HCV-positive patients are more likely to develop severe arterial calcification, according to Fayed et al. This could be due to an increase in intact PTH, Ca X P product [14]. In this study, we discovered that eradicating HCV with DAA significantly impacted serum PO4, intact PTH, and FGF23, all of which were dramatically reduced. Also, despite no change in oral calcium over the research period, serum calcium increased significantly, implying that HCV eradication had a major influence on CKD-MBD. Chronic HCV infection can lead to a heightened immune reaction and activation leading to a chronic inflammatory state that can affect several systems [15], and HCV treatment with DAAs showed normalization of regulatory T-cell and other specific T- and B-cell populations [16]. Activated T cells and B cells secrete RANKL and other inflammatory cytokines such as TNFα and IL-17A that promote RANK expression on monocytes increasing the number of osteoclast precursors and thus of RANKL responsive cells capable of differentiating into osteoclasts [17], which enhance bone resorption and release excess phosphorus into the blood. As known, hyperphosphatemia complexes serum calcium, decreasing the levels of ionized calcium and triggering the release of PTH, resulting in secondary hyperparathyroidism in CKD and ESRD. Also, FGF23 serum levels are reported to increase in CLD patients [18]. This may explain why increased PTH levels are negatively associated with secondary osteoporosis in these patients [19]. All the above-mentioned can speculate why HCV eradication using DAAs in hemodialysis patients improved bone-mineral parameters, including a dramatic decrease in serum phosphorus, intact PTH, and FGF23 with a significant increase in serum calcium.

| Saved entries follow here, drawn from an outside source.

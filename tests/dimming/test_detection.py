"""Detection probability and minimum detectable event by injection and recovery (synthcorona.dimming.detection).

Outside references used below:
* scipy.stats.norm and scipy.optimize.brentq for the Gaussian-limit power Phi(S/N - threshold) of a
  one-sided test and the depth where it reaches a target;
* binomial standard error sqrt(p (1 - p) / n) of a Monte Carlo fraction.
No timing asserts: speed is in benchmarks/bench_statistics.py.
"""
import math
import tracemalloc

import astropy.units as u
import numpy as np
import pytest
from dimming_setups import CTS, WIN, binom_se, flare_dimming_curves, step_curve
from scipy import optimize, stats

from synthcorona.dimming.detection import detection_probability, minimum_detectable
from synthcorona.dimming.statistics import step_snr
from synthcorona.errors import InputError


def test_detection_probability_without_event_is_false_alarm_with_scan():
    """Injecting no event with the onset scanned (default): P(detect) is the false-alarm probability within
    binomial error. The calibration and the injection use n = 20000 each, so both carry a binomial error and the
    difference has standard deviation sqrt(2) SE: tolerance 3 sqrt(2) SE. The quoted error includes the
    calibration part, which here (event statistic = null statistic) is the binomial SE of alpha itself."""
    rate = step_curve(depth=0.0)
    ds = detection_probability(rate, rate, 1 * u.s, false_alarm=0.05, n_realisations=20000, seed=4, windows=WIN)
    assert ds.attrs["onset"] == "scan" and ds.attrs["threshold_method"] == "calibrated" and ds.attrs["n_trials"] > 10
    assert abs(float(ds.probability) - 0.05) < 3 * math.sqrt(2) * binom_se(0.05, 20000)
    assert float(ds.probability_error_binomial) == pytest.approx(binom_se(float(ds.probability), 20000))
    assert float(ds.probability_error_calibration) == pytest.approx(binom_se(0.05, 20000), rel=0.15)
    assert float(ds.probability_error) == pytest.approx(math.hypot(float(ds.probability_error_binomial),
                                                                   float(ds.probability_error_calibration)))
    assert float(ds.probability_lower) < float(ds.probability) < float(ds.probability_upper)


def test_exact_threshold_without_event_is_at_most_false_alarm():
    """Known onset, Poisson noise only: the exact conditional binomial test (no calibration). Its size is
    window_test_size (<= alpha by construction; checked against enumeration in test_statistics.py); the measured
    rate over 20000 event-free realisations agrees with it within 3 binomial SE."""
    rate = step_curve(depth=0.0)
    ds = detection_probability(rate, rate, 1 * u.s, false_alarm=0.05, n_realisations=20000, seed=4, windows=WIN,
                               onset="known")
    assert ds.attrs["threshold_method"] == "exact" and float(ds.probability_error_calibration) == 0.0
    assert float(ds.threshold) == pytest.approx(stats.norm.isf(0.05), rel=1e-12)
    size = float(ds.false_alarm_achieved)
    assert size <= 0.05
    assert abs(float(ds.probability) - size) < 3 * binom_se(size, 20000)


def test_detection_probability_matches_gaussian_expectation():
    """Step dimming under pure Poisson noise with the onset known: P(detect) = Phi(S/N - z_alpha), the
    normal-approximation (photon-noise S/N, Li & Ma 1983 eq. 5 with expected counts, step_snr) power of a
    one-sided test at the exact threshold z_alpha = Phi^-1(1 - alpha) (scipy.stats.norm), within 0.02
    (5000 counts per window; binomial error 0.0035 at n = 20000)."""
    ds = detection_probability(step_curve(depth=0.03), step_curve(), 1 * u.s, false_alarm=0.01,
                               n_realisations=20000, seed=5, windows=WIN, onset="known")
    snr = float(step_snr(10 * CTS, 9.7 * CTS, 500 * u.s, 500 * u.s))
    assert float(ds.snr_expected) == pytest.approx(snr, rel=1e-12)
    assert float(ds.threshold) == pytest.approx(stats.norm.isf(0.01), rel=1e-12)
    expected = stats.norm.cdf(snr - stats.norm.isf(0.01))
    assert float(ds.probability) == pytest.approx(expected, abs=0.02)


@pytest.mark.parametrize("statistic", ["window", "likelihood"])
def test_detection_probability_independent_of_chunk_size(statistic):
    base, dim, truth = flare_dimming_curves(depth=0.05)
    kw = dict(statistic=statistic, seed=12, n_realisations=3000, false_alarm=0.01)
    if statistic == "window":
        kw["windows"] = ((0 * u.s, 190 * u.s), (250 * u.s, 400 * u.s))
    ds1 = detection_probability(truth * CTS, base * CTS, 1 * u.s, chunk_size=100, **kw)
    ds2 = detection_probability(truth * CTS, base * CTS, 1 * u.s, **kw)
    for name in ("probability", "threshold", "false_alarm_achieved"):
        assert float(ds1[name]) == float(ds2[name])


def test_probability_monotone_in_depth_with_common_random_numbers():
    """Known onset: the inversion sampler's counts are monotone in the mean, so with one seed P(detect) never
    decreases with depth (with a scan a deeper dimming can also lower trials whose baseline it overlaps)."""
    depths = np.linspace(0.0, 0.08, 9)
    with_ = np.stack([step_curve(depth=d).value for d in depths]) * CTS
    ds = detection_probability(with_, step_curve(), 1 * u.s, n_realisations=5000, seed=1, case=depths, windows=WIN,
                               onset="known")
    p = ds.probability.values
    assert ds.probability.dims == ("case",)
    np.testing.assert_array_equal(ds.case.values, depths)
    assert np.all(np.diff(p) >= 0)
    # P(0) is the false-alarm rate; at depth 0.08 the Gaussian-limit power is Phi(4.08 - 2.33) = 0.96
    assert p[0] <= 0.01 + 3 * binom_se(0.01, 5000) and p[-1] > 0.9


def test_dimming_inside_a_flare_is_still_detectable():
    # A 30 % dimming under a flare that triples the post-event rate: the flare-only null gives a finite
    # threshold and the dimming is found nearly always (S/N of the step ~ 0.3*100*600/sqrt(3*100*600) >> 5,
    # Gaussian limit of the window test; common practice, no source).
    rate = np.full(240, 100.0)
    flare = rate.copy()
    flare[120:180] *= 3.0
    with_cme = flare.copy()
    with_cme[120:180] -= 30.0
    ds = detection_probability(with_cme * u.ct / u.s, flare * u.ct / u.s, 10 * u.s, false_alarm=0.01,
                               n_realisations=2000, statistic="window",
                               windows=((0 * u.s, 1200 * u.s), (1200 * u.s, 1800 * u.s)), seed=3)
    assert np.isfinite(float(ds["threshold"]))
    assert float(ds["probability"]) > 0.99


# ----------------------------------------------------------------------------- minimum detectable
def _step_pair(depth):
    return step_curve(depth=depth), step_curve()


def test_minimum_detectable_matches_gaussian_limit():
    """Known onset: the depth at P(detect) = 0.5 solves step_snr(depth) = z_{1-alpha} in the Gaussian limit
    (5000 counts per window); agreement within 2 %. The exact threshold has no calibration error."""
    ds = minimum_detectable(_step_pair, 1 * u.s, bracket=(1e-3, 0.5), target_probability=0.5, false_alarm=0.01,
                            windows=WIN, seed=3, onset="known")
    z = stats.norm.isf(0.01)
    analytic = optimize.brentq(lambda d: float(step_snr(10 * CTS, 10 * (1 - d) * CTS, 500 * u.s, 500 * u.s)) - z,
                               1e-4, 0.5)
    assert float(ds.parameter) == pytest.approx(analytic, rel=0.02)
    assert float(ds.probability) == pytest.approx(0.5, abs=3 * binom_se(0.5, 10000))
    assert 0 < float(ds.parameter_error) < 0.02 * analytic
    assert float(ds.parameter_error_calibration) == 0.0
    assert float(ds.parameter_error) == pytest.approx(float(ds.parameter_error_binomial))


def test_minimum_detectable_bracket_error_reports_probabilities():
    with pytest.raises(InputError, match=r"does not straddle target_probability=0.9.*at the lower end.*upper"):
        minimum_detectable(_step_pair, 1 * u.s, bracket=(1e-3, 2e-3), target_probability=0.9, n_realisations=2000,
                           windows=WIN)


# ----------------------------------------------------------------------------- memory discipline
def test_traced_peak_memory_within_budget():
    """tracemalloc (numpy reports its buffers to it) peak of a chunked likelihood run stays within the budget."""
    base, dim, truth = flare_dimming_curves(n_bins=1000, depth=0.05)
    kw = dict(statistic="likelihood", seed=1, memory_budget=64 * 2**20)
    detection_probability(truth * CTS, base * CTS, 1 * u.s, n_realisations=1000, **kw)  # warm caches/lazy imports
    tracemalloc.start()
    try:
        detection_probability(truth * CTS, base * CTS, 1 * u.s, n_realisations=30000, **kw)
        _, peak = tracemalloc.get_traced_memory()
    finally:
        tracemalloc.stop()
    assert peak < 64 * 2**20


# ----------------------------------------------------------------------------- bad inputs
@pytest.mark.parametrize("kwargs,match", [
    (dict(false_alarm=0.0), r"false_alarm=\[0\.\] is outside the valid range \(0, 1\)"),
    (dict(false_alarm=1.0), r"false_alarm=\[1\.\] is outside the valid range \(0, 1\)"),
    (dict(false_alarm=1.5), r"false_alarm"),
    (dict(false_alarm=1e-4, n_realisations=1000), r"n_realisations >= 100000"),
    (dict(bin_width=0 * u.s), r"bin_width=\[0\.\] s is outside the valid range \(0, inf\) s"),
    (dict(bin_width=-1 * u.s), r"bin_width"),
    (dict(windows=((0 * u.s, 0.3 * u.s), (500 * u.s, 1000 * u.s))), r"shorter than a bin"),
    (dict(windows=((0 * u.s, 600 * u.s), (500 * u.s, 1000 * u.s))), r"windows overlap"),
    (dict(windows=((0 * u.s, 500 * u.s), (500 * u.s, 2000 * u.s))), r"outside the light curve \[0 s, 1000 s\]"),
    (dict(windows=None), r"needs windows"),
    (dict(statistic="chi2"), r"statistic='chi2' must be one of"),
    (dict(onset="maybe"), r"onset='maybe' must be one of \('scan', 'known'\)"),
    (dict(recovery_factors=[0.0, 1.0]), r"recovery_factors=.*valid range \[0.05, 20\]"),
    (dict(windows=((500 * u.s, 600 * u.s), (100 * u.s, 200 * u.s))), r"post window must start at or after"),
    (dict(n_realisations=0), r"n_realisations=0 is outside the valid range \[1, inf\)"),
    (dict(seed=-3), r"seed=-3"),
    (dict(expected_with_event=-step_curve()), r"expected_with_event=.* outside the valid range \[0, inf\]"),
    (dict(expected_without_event=step_curve(n_bins=999)), r"expected_without_event has 999 bins .* 1000"),
    (dict(bin_width=np.ones(7) * u.s), r"bin_width has shape \(7,\)"),
])
def test_detection_probability_bad_inputs(kwargs, match):
    args = dict(expected_with_event=step_curve(depth=0.05), expected_without_event=step_curve(), bin_width=1 * u.s,
                windows=WIN, n_realisations=2000)
    args.update(kwargs)
    with pytest.raises(InputError, match=match):
        detection_probability(**args)


def test_likelihood_needs_a_dimming():
    with pytest.raises(InputError, match="no dimming"):
        detection_probability(step_curve(), step_curve(), 1 * u.s, statistic="likelihood", n_realisations=2000)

Insulin resistance is linked to a variety of HCV-related problems. Hepatic fibrosis, steatosis, hepatocellular carcinoma, and antiviral therapy resistance can all be caused by HCV-related insulin resistance. Insulin resistance caused by HCV infection is thus a therapeutic target at any stage of infection. HCV interacts with the insulin signaling system by modulating normal cellular gene expression [20]. HCV infection is linked to a high prevalence of insulin resistance, as well as increased insulin and glucose levels in chronic hemodialysis patients [21]. The eradication of HCV in hemodialysis patients reduced peripheral insulin resistance as measured by a considerable drop in fasting insulin levels and HOMA-IR, according to our findings. Using a combination of sofosbuvir/ledipasvir and ribavirin for 12 weeks, Giacomo et al. investigated the effect of treating HCV patients with DAA on insulin resistance in non-diabetic patients who were not on dialysis and found an improvement in peripheral insulin sensitivity, but no difference in endogenous glucose production, lipolysis suppression, or substrate oxidation (22).

Conclusion

Eradication of HCV in hemodialysis patients with interferon-free direct acting antivirals showed a statistically significant impact on hemoglobin, ferritin level, bone-mineral parameters, FGF23, and improvement on peripheral insulin resistance and also reduction in subcutaneous Erythropoietin and IV iron requirements for correction of anemia in hemodialysis patients which may have an impact on national income.